Heard of the study that finds that beautiful women have more girls and intelligent men have more boys? Andrew Gelman finds that at least the first finding is suspect on multiple levels.
Gelman avers that he doesn't want to set himself "up as some sort of statistical policeman." Why not, I ask? The academy could use a good, honest cop on the beat.
Why don't more people just use probit? If you know any statistics, the models are much easier to interpret, and with modern stats packages the algorithms are about as reliable and fast as logit.
One reason I don't want to set myself up as the statistics police is that I don't want to discourage people from doing innovative research--that is, I'm sensitive to Andrew Oswald's comments discussed here. http://www.stat.columbia.edu/~cook/movabletype/archives/2006/07/is_this_blog_to.html
The bigger reason is that I'm more interested in positive findings (my own research and others'). It would be pointless to go through thousands of research articles looking for statistical flaws. Some of this is good (for teaching purposes, to discover some general principles of statistical reasoning, and occasionally to deflate some overhyped claim) but spending too much effort on this would reduce my time for better work.
Until I read this thread I hadn't ever given any thought to why beautiful women seemingly have more daughters or why intelligent men tend to have more sons, then unattractive women and average thinking men. I don't know if I agree with the author. I think that in any attempt to measure beauty or intelligence, which in both cases neither has a standard or scale to be measured precisely or accurately, the “label” that a person obtains is purely subjective and completely relative. Overall the idea is definitely feasible but somewhat far fetched.
Andrew Gelman writes:
>The bigger reason is that I'm more interested in >positive findings (my own research and others').

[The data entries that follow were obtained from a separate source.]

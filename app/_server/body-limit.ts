// Request bodies are read against a cap while they stream in: a declared Content-Length above the
// cap is refused unread, and an undeclared (chunked) body is cut off the moment it passes the cap,
// so nobody can make the server buffer an unbounded body.
import { ApiError } from "./errors";

/** JSON bodies of the API; routes that take more say so (RouteSpec.maxBodyBytes). */
export const MAX_JSON_BODY_BYTES = 64 * 1024;

export function formatBytes(n: number): string {
  return n >= 1024 * 1024 ? `${+(n / (1024 * 1024)).toFixed(1)} MB` : `${Math.round(n / 1024)} KiB`;
}

export function bodyTooLarge(maxBytes: number, what = "The request body"): ApiError {
  return new ApiError(413, "too_large", `${what} is larger than ${formatBytes(maxBytes)}; send less at once.`);
}

/** The body's bytes, at most `maxBytes` of them; 413 (`tooLarge`) as soon as there are more. */
export async function readBodyCapped(req: Request, maxBytes: number, tooLarge: () => ApiError = () => bodyTooLarge(maxBytes)): Promise<Uint8Array<ArrayBuffer>> {
  const declared = req.headers.get("content-length");
  if (declared !== null && Number(declared) > maxBytes) throw tooLarge();
  if (!req.body) return new Uint8Array(0);
  const reader = req.body.getReader();
  const chunks: Uint8Array[] = [];
  let total = 0;
  for (;;) {
    const { done, value } = await reader.read();
    if (done) break;
    total += value.byteLength;
    if (total > maxBytes) {
      await reader.cancel().catch(() => undefined);
      throw tooLarge();
    }
    chunks.push(value);
  }
  const out = new Uint8Array(total);
  let at = 0;
  for (const c of chunks) {
    out.set(c, at);
    at += c.byteLength;
  }
  return out;
}
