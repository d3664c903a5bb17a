// Credential check with a back-off on repeated failures, kept in the database so it holds
// across web instances and restarts. Failures lock the pair of source address and account, so
// a stranger guessing from elsewhere cannot keep the real user locked out. A much higher
// account-wide limit is the backstop against guesses spread over many (or forged) addresses.
import bcrypt from "bcryptjs";
import { eq, inArray } from "drizzle-orm";
import { getDb } from "@/db/client";
import { signInAttempts, users } from "@/db/schema";

export const FREE_ATTEMPTS = 5;
/** Failures on one account from every address together before the account itself is locked. */
export const ACCOUNT_FREE_ATTEMPTS = 100;
const BASE_LOCK_MS = 30_000;
const MAX_LOCK_MS = 15 * 60_000;
const FORGET_AFTER_MS = 30 * 60_000;

// Compared against when the e-mail is unknown, so timing does not reveal which accounts exist.
const DUMMY_HASH = "$2b$10$poMg1exuOjSwTuhgPzGyR.nYU.WjSK6kD8vqp03f5bTTsVVdmzo6C";

export type PasswordCheck =
  | { ok: true; user: typeof users.$inferSelect }
  | { ok: false; code: "wrong-credentials" | "locked" | "deactivated"; retryAfterS?: number };

/** The client's address as the web server saw it (Next sets x-forwarded-for from the socket when no proxy did). */
export function clientAddress(headers: Headers | undefined): string {
  const forwarded = headers?.get("x-forwarded-for")?.split(",")[0]?.trim();
  return forwarded || headers?.get("x-real-ip") || "unknown";
}

const pairKey = (address: string, email: string) => `${address} ${email}`;
const accountKey = (email: string) => `account ${email}`;

export async function checkPassword(email: string, password: string, address: string, now = Date.now()): Promise<PasswordCheck> {
  const db = getDb();
  const keys = [pairKey(address, email), accountKey(email)];
  const attempts = await db.select().from(signInAttempts).where(inArray(signInAttempts.key, keys));
  const lockedUntil = Math.max(0, ...attempts.map((a) => a.lockedUntil ?? 0));
  if (lockedUntil > now) return { ok: false, code: "locked", retryAfterS: Math.ceil((lockedUntil - now) / 1000) };

  const user = await db.query.users.findFirst({ where: eq(users.email, email) });
  const matches = await bcrypt.compare(password, user?.passwordHash ?? DUMMY_HASH);
  if (user && matches) {
    if (!user.active) return { ok: false, code: "deactivated" };
    // The account-wide count stays: it is about everyone else's guesses.
    await db.delete(signInAttempts).where(eq(signInAttempts.key, keys[0]));
    return { ok: true, user };
  }
  let lockedNow = 0;
  for (const [key, free] of [
    [keys[0], FREE_ATTEMPTS],
    [keys[1], ACCOUNT_FREE_ATTEMPTS],
  ] as const) {
    const attempt = attempts.find((a) => a.key === key);
    const failures = (attempt && now - attempt.lastFailureAt < FORGET_AFTER_MS ? attempt.failures : 0) + 1;
    const until = failures >= free ? now + Math.min(MAX_LOCK_MS, BASE_LOCK_MS * 2 ** (failures - free)) : null;
    lockedNow = Math.max(lockedNow, until ?? 0);
    await db
      .insert(signInAttempts)
      .values({ key, failures, lastFailureAt: now, lockedUntil: until })
      .onConflictDoUpdate({ target: signInAttempts.key, set: { failures, lastFailureAt: now, lockedUntil: until } });
  }
  if (lockedNow) return { ok: false, code: "locked", retryAfterS: Math.ceil((lockedNow - now) / 1000) };
  return { ok: false, code: "wrong-credentials" };
}
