// The SQLite ceiling: the same rows as the ingest stores, inserted plainly with the same
// statements (50-row INSERTs prepared once) into a copy of the same database, with nothing else
// going on: what the disk path alone allows. The bench times it with one transaction per 500 rows
// (the ingest's batch before it batched by time, and the figure the ratio is taken against) and
// again with the ingest's own mean batch of the run, larger transactions that SQLite writes faster.
import Database from "libsql";

const ROWS_PER_INSERT = 50;

export function measureInsertCeiling(file: string, probeIds: number[], rows: number, batch = 500, daysAhead = 1): number {
  const db = new Database(file, { timeout: 10_000 });
  db.exec("PRAGMA journal_mode=WAL; PRAGMA synchronous=NORMAL;");
  const insert = db.prepare(
    `INSERT INTO readings (probe_id, ts, raw, value, quality, calibration_run_id) VALUES ${Array(ROWS_PER_INSERT).fill("(?,?,?,?,?,?)").join(",")} ON CONFLICT DO NOTHING`,
  );
  const begin = db.prepare("BEGIN IMMEDIATE");
  const commit = db.prepare("COMMIT");
  let ts = Date.now() + daysAhead * 86_400_000; // clear of the rows already there (and of other repeats)
  let n = 0;
  const started = performance.now();
  while (n < rows) {
    begin.run();
    for (let i = 0; i < batch; i += ROWS_PER_INSERT) {
      const args: unknown[] = [];
      for (let k = 0; k < ROWS_PER_INSERT; k++, n++) {
        if (n % probeIds.length === 0) ts++;
        args.push(probeIds[n % probeIds.length], ts, 40, 6.2, "ok", null);
      }
      insert.run(args);
    }
    commit.run();
  }
  const seconds = (performance.now() - started) / 1000;
  db.close();
  return n / seconds;
}

/**
 * The ceiling timed three times, each on rows of its own: one timing of a second or two swings by
 * a fifth either way with the disk's write-back, so the bench takes the median.
 */
export function medianInsertCeiling(file: string, probeIds: number[], rows: number, batch = 500, firstDay = 1): { median: number; runs: number[] } {
  const runs = [0, 1, 2].map((k) => measureInsertCeiling(file, probeIds, rows, batch, firstDay + k));
  return { median: [...runs].sort((a, b) => a - b)[1], runs };
}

Even false positives? The purpose of the statistical policeman is to separate the true positives from the false ones.
This preference for positive findings results in a potential problem - since only positive findings get published, reported significance statistics are skewed. If everyone uses a 95% significance level, then only stuff which reaches that threshold gets published. Wrong results will be significant 5% of the time. If 5% of ideas are right, and 95% wrong, then about half of all positive results will be true positives, half false positives. Potentially, half of all published material will be wrong. This result is even worse if people fudge the statistics, or if the value for 'good ideas' is lower.